Claude Parent, “On Yves Klein,” c. 1970 (via nytimes)
Portrait of Yves Klein, Krefeld, Germany, 1961 (via archives)
Yves Klein, Untitled (Blue Monochrome), 1955 (via gacougnol)
International Klein Blue (IKB) by French artist Yves Klein (1928-62)
The first color I wish to explore is one of my favorites, due to both its historical / artistic conception and its hue. Klein and a series of chemists first created the color IKB in 1958, similar in many ways to Ultramarine ("beyond the sea"), as a unique artistic conception. Klein sought a blue that would appear as the same color in terms of intensity both when wet and dry achieved by suspending dry pigment in a clear synthetic resin, which he patented as such.
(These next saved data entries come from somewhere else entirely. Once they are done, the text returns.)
import { scaleLinear } from 'd3-scale';
import type { FlaskSizeCooling } from '#shared/contracts/flask-cooling.ts';

const frame = { width: 520, height: 300, left: 56, right: 400, top: 16, bottom: 246 };

interface Mark {
  readonly minutes: number;
  readonly share: number;
  readonly leftOut: boolean;
}

/** Every reading as the share left of its flask's excess at the start, so that flasks of any temperature lie on one curve. */
const marksOf = ({ outings, fit }: FlaskSizeCooling): readonly Mark[] =>
  outings.flatMap(({ id, roomC, readings }) => {
    const startC = fit?.startsC[id];
    if (startC === undefined) return [];
    return readings.map(({ secondsOut, temperatureC }) => ({
      minutes: secondsOut / 60,
      share: (temperatureC - roomC) / (startC - roomC),
      leftOut: fit?.leftOut.some((left) => left.outingId === id && left.secondsOut === secondsOut) ?? false,
    }));
  });

const curve = (
  perSecond: number,
  x: (minutes: number) => number,
  y: (share: number) => number,
  minutes: number,
): string =>
  Array.from({ length: 41 }, (_, k) => (k / 40) * minutes)
    .map(
      (at, k) => `${k === 0 ? 'M' : 'L'}${x(at).toFixed(1)} ${y(Math.exp(-perSecond * 60 * at)).toFixed(1)}`,
    )
    .join('');

const Point = ({ x, y, leftOut }: { readonly x: number; readonly y: number; readonly leftOut: boolean }) =>
  leftOut ? (
    <path d={`M${x - 6} ${y - 6} l12 12 m0 -12 l-12 12`} className="stroke-ink" strokeWidth="3" />
  ) : (
    <circle cx={x} cy={y} r="5.5" className="fill-ground stroke-ink" strokeWidth="3" />
  );

/** Logged flask temperatures as the share of the excess left, with the fitted curve and the default's. */
export const CoolingPlot = ({ size }: { readonly size: FlaskSizeCooling }) => {
  const { fit, defaultPerSecond, diameterMm } = size;
  const marks = marksOf(size);
  if (!fit || marks.length === 0) return null;
  const { width, height, left, right, top, bottom } = frame;
  const minutes = Math.max(1, ...marks.map((mark) => mark.minutes)) * 1.08;
  const floor = Math.min(
    ...marks.map(({ share }) => share),
    Math.exp(-60 * minutes * Math.max(fit.perSecond, defaultPerSecond)),
  );
  const x = scaleLinear([0, minutes], [left, right]);
  const y = scaleLinear([Math.floor(floor * 20) / 20, 1.02], [bottom, top]);
  const [fitted, standard] = [fit.perSecond, defaultPerSecond].map((perSecond) =>
    y(Math.exp(-perSecond * 60 * minutes)),
  ) as [number, number];
  const apart = Math.abs(fitted - standard) < 20 ? (fitted > standard ? 10 : -10) : 0;
  return (
    <svg
      viewBox={`0 0 ${width} ${height}`}
      className="h-auto w-full max-w-[560px]"
      fill="none"
      role="img"
      aria-label={`Flasks of ${diameterMm} mm: ${fit.readings} readings of ${fit.outings} flasks; after ${minutes.toFixed(1)} minutes ${Math.round(100 * Math.exp(-fit.perSecond * 60 * minutes))} % of the excess over the room is left by the fit, ${Math.round(100 * Math.exp(-defaultPerSecond * 60 * minutes))} % by the default.`}
    >
      <g className="fill-soft text-[15px] font-extrabold">
        {y.ticks(5).map((share) => (
          <g key={share}>
            <path d={`M${left} ${y(share)} H${right}`} className="stroke-line" strokeWidth="1.5" />
            <text x={left - 8} y={y(share)} textAnchor="end" dominantBaseline="central">
              {Math.round(100 * share)}
              {'\u00a0'}%
            </text>
          </g>
        ))}
        {x.ticks(6).map((at) => (
          <text key={at} x={x(at)} y={bottom + 22} textAnchor="middle">
            {at}
          </text>
        ))}
        <text x={left} y={bottom + 46}>
          minutes out of the furnace; share of the excess left
        </text>
      </g>
      <path d={`M${left} ${top} V${bottom} H${right}`} className="stroke-ink" strokeWidth="2.5" />
      <path
        d={curve(defaultPerSecond, x, y, minutes)}
        className="stroke-iron"
        strokeWidth="4"
        strokeDasharray="10 6"
      />
      <path d={curve(fit.perSecond, x, y, minutes)} className="stroke-ember" strokeWidth="4" />
      {marks.map((mark, k) => (
        <Point key={k} x={x(mark.minutes)} y={y(mark.share)} leftOut={mark.leftOut} />
      ))}
      <g className="text-[15px] font-black">
        <text x={right + 8} y={fitted + apart} dominantBaseline="central" className="fill-ember">
          fitted
        </text>
        <text x={right + 8} y={standard - apart} dominantBaseline="central" className="fill-iron">
          default
        </text>
      </g>
    </svg>
  );
};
However, their creation exists outside the gamut of regular computer displays, and so the photos are not as accurate as Klein would have desired, although this aspect enhances their appeal when seeing them in a gallery. In the 1950s and 1960s he experimented with both performance art and photomontage as well as monochrome, resulting in the creation of IKB. He died in 1962 of a heart attack. His legacy may very well live on as part of my art school.
- "Le Saut dans le Vide [Leap into the Void]" (1960)
- "IKB 191" (1961)
- "Anthropometry [Human Measurement]" (1962)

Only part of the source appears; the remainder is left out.